### PROBLEM TO SOLVE
Once you reach the line containing "ry with EIy)" in the data below, restate each line word for word up to and including the one containing "L the member's".

### EXTRACTED ENTRIES

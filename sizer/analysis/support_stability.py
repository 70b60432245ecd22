"""Stability of the support layout, decided from the supports alone (docs/design.md section 3): the rigid-body
movements of the unloaded member that its supports and hinges leave free.

- Sideways movements (uy, uz) and rotations about y and z, of the whole member or of any part
  between hinges, must be held whatever the loads: a layout that balances today's loads on a
  mechanism is still a mechanism, and is bad input.
- Sliding along x (ux) and twist (rx) may stay free only while no load of the member file acts
  along x (fx, wx) or about x (mx): the outputs then say so (`free_movement_notes`). Self-weight
  along x counts where it is counted: the solve reports a mechanism it drives (`mechanisms`).

A spring holds its freedom only when it is stiff enough to matter beside the member itself:

    k L^3 / EI >= SPRING_HOLDS   (uy with EIz, uz with EIy)
    k L / EI   >= SPRING_HOLDS   (rz with EIz, ry with EIy)
    k L / EA   >= SPRING_HOLDS   (ux),   k L / GJ >= SPRING_HOLDS   (rx)

L the member's length (m), k in N/m or N*m/rad, rigidities in N or N*m^2. A spring at the limit
lets the member move as a rigid body about a million times further than it bends under the same
load (a cantilever's tip: 3 EI / (k L^3) = 3e6); a softer one counts as free.
"""

from __future__ import annotations

from dataclasses import dataclass
from typing import Sequence

import numpy as np

from sizer.analysis.layout import Layout
from sizer.errors import InputError
from sizer.model import Load, Member, PointLoad, Stiffness, Support

SPRING_HOLDS = 1e-6  # smallest k L^p / rigidity of a spring that holds its freedom (see the docstring)
RANK_TOLERANCE = 1e-10  # relative singular value below which a set of holds leaves a movement free

# bending plane -> (sideways freedom, rotation freedom, rigidity name)
PLANES: dict[str, tuple[str, str, str]] = {"xy": ("uy", "rz", "EIz"), "xz": ("uz", "ry", "EIy")}
RIGIDITY_OF: dict[str, str] = {"ux": "EA", "rx": "GJ", "uy": "EIz", "rz": "EIz", "uz": "EIy", "ry": "EIy"}
_WORDS = {"ux": "sliding along x", "rx": "twist about x", "uy": "sideways along y", "uz": "sideways along z",
          "rz": "rotation about z", "ry": "rotation about y"}


@dataclass(frozen=True)
class FreeMovement:
    """A rigid-body movement the supports leave free: the freedoms it moves and how each part moves."""

    freedoms: tuple[str, ...]
    parts: tuple[str, ...]  # e.g. "the part from 4 m to 6 m turns about x = 4 m"


def spring_ratio(support: Support, freedom: str, stiffness: Stiffness, length: float) -> float:
    """k L^p / rigidity of the support's spring on `freedom` (p = 3 for uy, uz; else 1)."""
    power = 3 if freedom in ("uy", "uz") else 1
    return support.springs[freedom] * length**power / getattr(stiffness, RIGIDITY_OF[freedom])


def holds(support: Support, freedom: str, stiffness: Stiffness | None, length: float) -> bool:
    """True when the support holds `freedom`: rigidly, or by a spring stiff enough (SPRING_HOLDS).
    Without rigidities (no section) any spring counts as holding."""
    if freedom in support.restrain:
        return True
    if freedom not in support.springs:
        return False
    return stiffness is None or spring_ratio(support, freedom, stiffness, length) >= SPRING_HOLDS


def _parts(layout: Layout) -> list[tuple[float, float]]:
    cuts = [0.0] + [float(x) for x in layout.nodes[layout.split]] + [layout.length]
    return list(zip(cuts[:-1], cuts[1:]))


def _plane_constraints(member: Member, layout: Layout, plane: str, stiffness: Stiffness | None) -> tuple[np.ndarray, list[tuple[float, float]]]:
    """Rows (k, 2 n_parts) that the rigid-body parameters (a_j, b_j) must satisfy, where part j
    moves as v(x) = a_j + b_j (x - c_j) / L: continuity at each hinge, zero v at each support that
    holds the sideways freedom, zero b at each support that holds the rotation (not at a hinge)."""
    sideways, rotation, _ = PLANES[plane]
    parts = _parts(layout)
    centres = [(lo + hi) / 2 for lo, hi in parts]
    hinges = layout.nodes[layout.split]
    width = 2 * len(parts)

    def at(part: int, x: float) -> np.ndarray:
        row = np.zeros(width)
        row[2 * part], row[2 * part + 1] = 1.0, (x - centres[part]) / layout.length
        return row

    rows = [at(k, hi) - at(k + 1, hi) for k, (_, hi) in enumerate(parts[:-1])]
    for support, node in zip(member.supports, layout.support_nodes):
        x = float(layout.nodes[node])
        part = int(np.sum(hinges < x - layout.tol))
        if holds(support, sideways, stiffness, layout.length):
            rows.append(at(part, x))
        if not layout.released[node] and holds(support, rotation, stiffness, layout.length):
            row = np.zeros(width)
            row[2 * part + 1] = 1.0
            rows.append(row)
    return (np.array(rows) if rows else np.zeros((0, width))), parts


def _null_space(rows: np.ndarray, width: int) -> np.ndarray:
    """Orthonormal basis (width, r) of the vectors every row is orthogonal to."""
    if rows.shape[0] == 0:
        return np.eye(width)
    _, singular, vh = np.linalg.svd(rows, full_matrices=True)
    rank = int(np.sum(singular > RANK_TOLERANCE * max(1.0, singular[0])))
    return vh[rank:].T


def _describe(plane: str, basis: np.ndarray, parts: list[tuple[float, float]], layout: Layout) -> FreeMovement:
    """The freedoms and part movements of a basis of free rigid-body movements in one plane."""
    sideways, rotation, _ = PLANES[plane]
    names: list[str] = []
    texts: list[str] = []
    for vector in basis.T:
        size = np.max(np.abs(vector))
        for part, (lo, hi) in enumerate(parts):
            a, b = vector[2 * part], vector[2 * part + 1]
            if max(abs(a), abs(b)) <= 1e-6 * size:
                continue
            whole = "the member" if len(parts) == 1 else f"the part from {lo:g} m to {hi:g} m"
            if abs(b) <= 1e-6 * size:
                found, text = [sideways], f"{whole} moves {_WORDS[sideways]} ({sideways})"
            else:
                pivot = (lo + hi) / 2 - a * layout.length / b
                inside = lo - layout.tol <= pivot <= hi + layout.tol
                found = [rotation] if inside else [sideways, rotation]
                text = f"{whole} turns about x = {pivot:.4g} m ({', '.join(found)})" if inside else \
                    f"{whole} moves and turns ({sideways}, {rotation})"
            names += [name for name in found if name not in names]
            if text not in texts:
                texts.append(text)
    return FreeMovement(tuple(names), tuple(texts))


def free_bending_movements(member: Member, layout: Layout, stiffness: Stiffness | None) -> dict[str, FreeMovement]:
    """plane ("xy", "xz") -> the rigid-body movement its supports leave free, for planes with one."""
    found = {}
    for plane in PLANES:
        rows, parts = _plane_constraints(member, layout, plane, stiffness)
        basis = _null_space(rows, 2 * len(parts))
        if basis.shape[1]:
            found[plane] = _describe(plane, basis, parts, layout)
    return found


def _acts(load: Load, freedom: str) -> bool:
    """True when `load` has a component along x (freedom "ux": fx, wx) or about x ("rx": mx)."""
    if isinstance(load, PointLoad):
        return bool(load.force[0]) if freedom == "ux" else bool(load.moment[0])
    index = 0 if freedom == "ux" else 3
    return bool(load.q_start[index] or load.q_end[index])


def _soft_springs(member: Member, freedoms: Sequence[str], stiffness: Stiffness | None) -> list[str]:
    """Texts naming the springs on `freedoms` that are too soft to hold them."""
    if stiffness is None:
        return []
    found = []
    for index, support in enumerate(member.supports, start=1):
        for freedom in freedoms:
            if freedom in support.springs and not holds(support, freedom, stiffness, member.length):
                ratio = spring_ratio(support, freedom, stiffness, member.length)
                power = "³" if freedom in ("uy", "uz") else ""
                found.append(f"the spring supports[{index}].springs.{freedom} has k L{power}/{RIGIDITY_OF[freedom]} = {ratio:.2g}, "
                             f"below {SPRING_HOLDS:g}, so it counts as free")
    return found


_BENDING_FIX = {
    "xy": "hold uy at two supports (pin or roller), or make one support fixed (holds rz), on each part between hinges",
    "xz": "hold uz at two supports (pin or roller), or make one support fixed (holds ry), on each part between hinges",
}
_BAR_FIX = {
    "ux": "hold ux at one support (a pin or fixed support holds it), or remove the loads along x (fx, wx)",
    "rx": "hold rx at one support (fixed, pin and roller all hold it), or remove the torques (mx)",
}


def check_support_stability(member: Member, layout: Layout, stiffness: Stiffness | None) -> None:
    """InputError naming the free movement and what would hold it, when the supports leave the
    member free to move sideways or to rotate about y or z, or free to slide along x or twist while
    a load of the member file acts that way."""
    for plane, movement in free_bending_movements(member, layout, stiffness).items():
        soft = _soft_springs(member, PLANES[plane][:2], stiffness)
        detail = "; ".join(list(movement.parts) + soft)
        raise InputError(member.source, "supports", f"mechanism: the supports leave the member free to move in "
                         f"{', '.join(movement.freedoms)} whatever the loads ({detail})", _BENDING_FIX[plane])
    for freedom in ("ux", "rx"):
        if any(holds(support, freedom, stiffness, member.length) for support in member.supports):
            continue
        acting = [index for index, load in enumerate(member.loads, start=1) if _acts(load, freedom)]
        if acting:
            springs = "".join(f"; {text}" for text in _soft_springs(member, (freedom,), stiffness))
            raise InputError(member.source, "supports", f"mechanism: no support holds {freedom} ({_WORDS[freedom]}) and "
                             f"loads[{acting[0]}] acts {'along' if freedom == 'ux' else 'about'} x{springs}", _BAR_FIX[freedom])


def free_movement_notes(member: Member) -> list[str]:
    """Notes for the outputs: sliding along x or twist left free (allowed while no load acts so)."""
    notes = []
    for freedom, action in (("ux", "axial force N"), ("rx", "torque T")):
        if not any(freedom in support.restrain or freedom in support.springs for support in member.supports):
            notes.append(f"No support holds {_WORDS[freedom]} ({freedom}); no load of the file acts that way, so the member "
                         f"is taken as staying in place in {freedom} ({action} = 0).")
    return notes
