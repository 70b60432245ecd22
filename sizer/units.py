"""Units at the edge: parse strings such as "2.5 kN/m" to SI floats, and format SI floats for display.

Inside sizer every number is an SI float (m, N, N*m, Pa, kg, rad). The one pint registry is built
lazily on first parse, so that `sizer --help` does not pay for importing pint.
Display uses fixed, exact conversion factors (no pint needed).
"""

from __future__ import annotations

import math
import re
from dataclasses import dataclass
from functools import lru_cache
from typing import TYPE_CHECKING, Any, TypeVar

from sizer.errors import InputError

if TYPE_CHECKING:
    from pathlib import Path
    import numpy as np

Value = TypeVar("Value", float, "np.ndarray")  # one value, or many at once

GRAVITY = 9.80665  # m/s^2, standard gravity (ISO 80000-3, common practice)

# kind -> (SI unit string for pint, words for messages, an example)
KINDS: dict[str, tuple[str, str, str]] = {
    "length": ("m", "a length", '"2.5 m" or "1500 mm"'),
    "force": ("N", "a force", '"12 kN"'),
    "moment": ("N*m", "a moment", '"8 kN*m"'),
    "force_per_length": ("N/m", "a force per length", '"2.5 kN/m"'),
    "moment_per_length": ("N*m/m", "a torque per length", '"0.4 kN*m/m"'),
    "stress": ("Pa", "a stress", '"165 MPa"'),
    "pressure": ("Pa", "a pressure", '"-2.5 kPa"'),
    "modulus": ("Pa", "a modulus", '"200 GPa"'),
    "density": ("kg/m^3", "a density", '"7850 kg/m^3"'),
    "translational_stiffness": ("N/m", "a spring stiffness", '"20 kN/mm"'),
    "rotational_stiffness": ("N*m/rad", "a rotational spring stiffness", '"500 kN*m/rad"'),
    "mass_per_length": ("kg/m", "a mass per length", '"12.2 kg/m"'),
}


# The range sizer accepts for each kind (SI): (smallest size other than zero, largest size). Outside
# it a value is bad input, so that no computation can overflow to infinity or NaN (docs/limits.md).
LIMITS: dict[str, tuple[float, float]] = {
    "length": (1e-6, 1e3),
    "force": (0.0, 1e12),
    "moment": (0.0, 1e12),
    "force_per_length": (0.0, 1e12),
    "moment_per_length": (0.0, 1e12),
    "stress": (1.0, 1e13),
    "pressure": (0.0, 1e12),
    "modulus": (1e3, 1e13),
    "density": (0.0, 1e5),
    "translational_stiffness": (0.0, 1e20),
    "rotational_stiffness": (0.0, 1e20),
    "mass_per_length": (0.0, 1e6),
}


@lru_cache(maxsize=1)
def registry() -> Any:
    """The one pint UnitRegistry of the program (built on first use)."""
    import pint

    ureg: pint.UnitRegistry = pint.UnitRegistry(autoconvert_offset_to_baseunit=True)
    ureg.define("kip = 1000 * lbf")
    ureg.define("ksi = kip / inch ** 2")
    return ureg


_NUMBER_AND_UNIT = re.compile(r"^\s*([-+]?(?:\d+\.?\d*|\.\d+)(?:[eE][-+]?\d+)?)\s*(\S.*?)\s*$")
_BARE_NUMBER = re.compile(r"^\s*[-+]?(?:\d+\.?\d*|\.\d+)(?:[eE][-+]?\d+)?\s*$")
_NOT_FINITE = re.compile(r"^\s*[-+]?(?:nan|inf|infinity)(?![A-Za-z])", re.IGNORECASE)
# a unit is names joined by *, / or a space, each name (or one level of brackets) with at most one
# small whole power: "kN*m/rad", "kg/m^3", "N/mm²", "kip/in**2"; never digits elsewhere, so never arithmetic
_UNIT_TOKEN = re.compile(r"\s*(?:(?P<name>[^\W\d_][^\W\d]*)|(?P<power>(?:\^|\*\*)[-+]?\d{1,2}(?!\d)|⁻?[¹²³⁴⁵⁶⁷⁸⁹])"
                         r"|(?P<op>[*/·])|(?P<open>\()|(?P<close>\)))")
MAX_UNIT_TEXT = 40  # characters
_UNIT_FACTORS: dict[str, float | None] | None = None  # "unit|kind" -> factor to SI, None: not a unit of that kind
UNIT_CACHE_NAME = "unit-factors"  # a sealed file of the cache store (sizer.cache_store)


def parse(value: object, kind: str, file: str = "", key: str = "", line: int | None = None) -> float:
    """Parse `value`, a string "number unit" such as "2.5 kN/m", as `kind` (a key of KINDS); return
    the SI float.

    Only a number and a unit are read, never arithmetic. Raises InputError naming file, key and line
    for a bare number, a unit without a number, an unknown unit, the wrong dimension, a value that is
    not finite or outside LIMITS. The factor of each unit comes from pint once and is remembered on
    disk (sealed: sizer.cache_store), so a warm run needs no pint.
    """
    _, words, example = KINDS[kind]
    if isinstance(value, bool) or not isinstance(value, (str, int, float)):
        raise InputError(file, key, f"expected {words} as a string with its unit", f"write e.g. {example}", line)
    if not isinstance(value, str):
        raise InputError(file, key, f"the number {value!r} has no unit", f"write it as a string with its unit, e.g. {example}", line)
    shown = _shown(value)
    if _BARE_NUMBER.match(value):
        raise InputError(file, key, f"{shown} has no unit", f"give {words} with its unit, e.g. {example}", line)
    if _NOT_FINITE.match(value):
        raise InputError(file, key, f"{shown} is not a finite number", f"give a finite value, e.g. {example}", line)
    match = _NUMBER_AND_UNIT.match(value)
    if not match:
        problem = f"{shown} has no number" if _plain_unit(value.strip()) else f"cannot read {shown} as a number and a unit"
        raise InputError(file, key, problem, f"write a number and a unit, e.g. {example}", line)
    unit = match.group(2)
    factor = unit_factor(unit, kind)
    if factor is None:
        raise InputError(file, key, _unit_problem(shown, unit, kind), f"give {words}, e.g. {example}", line)
    number = float(match.group(1)) * factor
    if not math.isfinite(number):
        raise InputError(file, key, f"{shown} is not a finite number", f"give a finite value, e.g. {example}", line)
    _check_range(number, kind, file, key, line, shown)
    return number


def _check_range(number: float, kind: str, file: str, key: str, line: int | None, shown: str) -> None:
    """InputError unless `number` (SI) is zero or within LIMITS[kind] in size."""
    smallest, largest = LIMITS[kind]
    size = abs(number)
    if size > largest or 0 < size < smallest:
        si_unit, words, _ = KINDS[kind]
        span = f"from {smallest:g} to {largest:g} {si_unit}" if smallest else f"up to {largest:g} {si_unit}"
        raise InputError(file, key, f"{shown} is outside the range sizer works in for {words} ({span} in size)",
                         f"give {words} {span} (see docs/limits.md)", line)


def _shown(value: str) -> str:
    """The value as quoted in a message, cut short when long."""
    return repr(value if len(value) <= 60 else value[:57] + "...")


@lru_cache(maxsize=1024)
def _plain_unit(text: str) -> bool:
    """True when `text` is a unit and nothing else: names joined by *, / or a space, one level of
    brackets, and at most one small whole power after a name or a bracket."""
    text = text.strip()
    if not text or len(text) > MAX_UNIT_TEXT:
        return False
    position, depth, previous = 0, 0, "op"
    while position < len(text):
        match = _UNIT_TOKEN.match(text, position)
        if not match:
            return False
        token = match.lastgroup or ""
        if token == "power" and previous not in ("name", "close"):
            return False
        if token in ("op", "close") and previous in ("op", "open"):
            return False
        depth += {"open": 1, "close": -1}.get(token, 0)
        if depth not in (0, 1):
            return False
        position, previous = match.end(), token
    return previous not in ("op", "open") and depth == 0


_PRESSURES = {"Pa": 1.0, "kPa": 1e3, "MPa": 1e6, "GPa": 1e9, "N/mm^2": 1e6}
COMMON_FACTORS: dict[str, float] = {  # "unit|kind" -> SI per unit, for the common SI units (no pint registry needed; tests hold them to pint)
    **{f"{unit}|length": factor for unit, factor in {"m": 1.0, "mm": 1e-3, "cm": 1e-2}.items()},
    **{f"{unit}|force": factor for unit, factor in {"N": 1.0, "kN": 1e3, "MN": 1e6}.items()},
    **{f"{unit}|moment": factor for unit, factor in {"N*m": 1.0, "kN*m": 1e3}.items()},
    **{f"{unit}|force_per_length": factor for unit, factor in {"N/m": 1.0, "kN/m": 1e3, "N/mm": 1e3}.items()},
    **{f"{unit}|moment_per_length": factor for unit, factor in {"N*m/m": 1.0, "kN*m/m": 1e3}.items()},
    **{f"{unit}|{kind}": factor for kind in ("stress", "pressure", "modulus") for unit, factor in _PRESSURES.items()},
    "kg/m^3|density": 1.0,
    **{f"{unit}|translational_stiffness": factor for unit, factor in {"N/m": 1.0, "kN/m": 1e3, "N/mm": 1e3, "kN/mm": 1e6}.items()},
    **{f"{unit}|rotational_stiffness": factor for unit, factor in {"N*m/rad": 1.0, "kN*m/rad": 1e3}.items()},
    "kg/m|mass_per_length": 1.0,
}


def unit_factor(unit: str, kind: str) -> float | None:
    """SI units per one `unit` for `kind`, or None when `unit` is not a plain unit of that kind.
    The common SI units from COMMON_FACTORS; others learned from pint once and remembered on disk."""
    global _UNIT_FACTORS
    common = COMMON_FACTORS.get(f"{unit}|{kind}")
    if common is not None:
        return common
    if not _plain_unit(unit):
        return None
    if _UNIT_FACTORS is None:
        _UNIT_FACTORS = _read_unit_cache()
    entry = f"{unit}|{kind}"
    if entry not in _UNIT_FACTORS:
        _UNIT_FACTORS[entry] = _factor_from_pint(unit, kind)
        _write_unit_cache(_UNIT_FACTORS)
    return _UNIT_FACTORS[entry]


def _pint_quantity(unit: str) -> Any:
    """One `unit` as a pint Quantity (a plain unit only: see _plain_unit)."""
    return registry().Quantity(1.0, unit.replace("·", "*"))


def _factor_from_pint(unit: str, kind: str) -> float | None:
    try:
        quantity = _pint_quantity(unit)
        if quantity.dimensionless and kind != "rotational_stiffness":
            return None
        factor = float(quantity.to(KINDS[kind][0]).magnitude)
    except Exception:  # pint's parse and dimension errors, overflow of a power: not a unit of this kind
        return None
    return factor if math.isfinite(factor) and factor > 0 else None


def _unit_problem(shown: str, unit: str, kind: str) -> str:
    """Why `unit` is not a unit of `kind`, for the message (pint is asked again: errors are rare)."""
    words = KINDS[kind][1]
    if not _plain_unit(unit):
        return f"cannot read {shown} as a number and a unit"
    try:
        quantity = _pint_quantity(unit)
    except Exception:
        return f"{shown}: unknown unit {unit!r}"
    if quantity.dimensionless:
        return f"{shown} has no unit"
    return f"{shown} is not {words}"


def _unit_cache_path() -> Path:
    from sizer.cache_store import cache_root

    return cache_root() / UNIT_CACHE_NAME


def _read_unit_cache() -> dict[str, float | None]:
    """The remembered unit factors when the file's seal matches and every factor is a positive finite
    number or null; else none (pint computes them again)."""
    import json

    from sizer.cache_store import read_sealed

    body = read_sealed(_unit_cache_path())
    try:
        factors = json.loads(body) if body is not None else None
    except ValueError:
        return {}
    if not isinstance(factors, dict):
        return {}
    if not all(isinstance(k, str) and (v is None or (type(v) is float and math.isfinite(v) and v > 0)) for k, v in factors.items()):
        return {}
    return factors


def _write_unit_cache(factors: dict[str, float | None]) -> None:
    import json

    from sizer.cache_store import write_sealed

    try:
        write_sealed(_unit_cache_path(), json.dumps(factors, sort_keys=True).encode())
    except OSError:
        pass  # a read-only cache folder only costs speed


# ----------------------------------------------------------------------------------------------
# display

@dataclass(frozen=True)
class DisplayUnit:
    """A unit for display: label and how many SI units make one of it."""

    label: str
    factor: float


_INCH = 0.0254
_FOOT = 0.3048
_KIP = 4448.2216152605
_KSI = _KIP / _INCH**2
_POUND_MASS = 0.45359237

DISPLAY: dict[str, dict[str, DisplayUnit]] = {
    "si": {
        "length": DisplayUnit("m", 1.0),
        "dimension": DisplayUnit("mm", 1e-3),
        "deflection": DisplayUnit("mm", 1e-3),
        "force": DisplayUnit("kN", 1e3),
        "moment": DisplayUnit("kN·m", 1e3),
        "bimoment": DisplayUnit("kN·m²", 1e3),
        "force_per_length": DisplayUnit("kN/m", 1e3),
        "moment_per_length": DisplayUnit("kN·m/m", 1e3),
        "stress": DisplayUnit("MPa", 1e6),
        "pressure": DisplayUnit("kPa", 1e3),
        "modulus": DisplayUnit("GPa", 1e9),
        "mass_per_length": DisplayUnit("kg/m", 1.0),
        "mass": DisplayUnit("kg", 1.0),
        "area": DisplayUnit("mm²", 1e-6),
        "inertia": DisplayUnit("cm⁴", 1e-8),
        "modulus_section": DisplayUnit("cm³", 1e-6),
        "warping": DisplayUnit("cm⁶", 1e-12),
        "rotation": DisplayUnit("rad", 1.0),
        "density": DisplayUnit("kg/m³", 1.0),
        "translational_stiffness": DisplayUnit("kN/mm", 1e6),
        "rotational_stiffness": DisplayUnit("kN·m/rad", 1e3),
        "acceleration": DisplayUnit("m/s²", 1.0),
    },
    "us": {
        "length": DisplayUnit("ft", _FOOT),
        "dimension": DisplayUnit("in", _INCH),
        "deflection": DisplayUnit("in", _INCH),
        "force": DisplayUnit("kip", _KIP),
        "moment": DisplayUnit("kip·ft", _KIP * _FOOT),
        "bimoment": DisplayUnit("kip·ft²", _KIP * _FOOT**2),
        "force_per_length": DisplayUnit("kip/ft", _KIP / _FOOT),
        "moment_per_length": DisplayUnit("kip·ft/ft", _KIP),
        "stress": DisplayUnit("ksi", _KSI),
        "pressure": DisplayUnit("lbf/ft²", _KIP / 1000 / _FOOT**2),
        "modulus": DisplayUnit("ksi", _KSI),
        "mass_per_length": DisplayUnit("lb/ft", _POUND_MASS / _FOOT),
        "mass": DisplayUnit("lb", _POUND_MASS),
        "area": DisplayUnit("in²", _INCH**2),
        "inertia": DisplayUnit("in⁴", _INCH**4),
        "modulus_section": DisplayUnit("in³", _INCH**3),
        "warping": DisplayUnit("in⁶", _INCH**6),
        "rotation": DisplayUnit("rad", 1.0),
        "density": DisplayUnit("lb/ft³", _POUND_MASS / _FOOT**3),
        "translational_stiffness": DisplayUnit("kip/in", _KIP / _INCH),
        "rotational_stiffness": DisplayUnit("kip·ft/rad", _KIP * _FOOT),
        "acceleration": DisplayUnit("ft/s²", _FOOT),
    },
}


def unit_label(kind: str, system: str = "si") -> str:
    """The display label of `kind` in `system` ("si" or "us")."""
    return DISPLAY[system][kind].label


def to_display(value_si: Value, kind: str, system: str = "si") -> Value:
    """`value_si` converted to the display unit of `kind` in `system`."""
    return value_si / DISPLAY[system][kind].factor


def fmt(value_si: float | None, kind: str, system: str = "si", digits: int = 4) -> str:
    """`value_si` as text with its display unit, `digits` significant figures, e.g. "12.35 kN"."""
    if value_si is None:
        return "—"
    return f"{fmt_number(to_display(value_si, kind, system), digits)} {unit_label(kind, system)}"


def fmt_number(value: float, digits: int = 4) -> str:
    """A number to `digits` significant figures, without exponent for everyday magnitudes."""
    if value == 0 or not math.isfinite(value):
        return "0" if value == 0 else str(value)
    if abs(value) >= 1e7 or abs(value) < 1e-4:
        return f"{value:.{digits - 1}e}"
    value = float(f"{value:.{digits}g}")  # round first, so that 0.9999999 shows as 1.000
    decimals = max(0, digits - 1 - math.floor(math.log10(abs(value))))
    text = f"{value:.{decimals}f}"
    return "0" if float(text) == 0 else text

### YOUR RESPONSE
    k L / EI   >= SPRING_HOLDS   (rz with EIz, ry with EIy)
    k L / EA   >= SPRING_HOLDS   (ux),   k L / GJ >= SPRING_HOLDS   (rx)

L the member's length (m), k in N/m or N*m/rad, rigidities in N or N*m^2. A spring at the limit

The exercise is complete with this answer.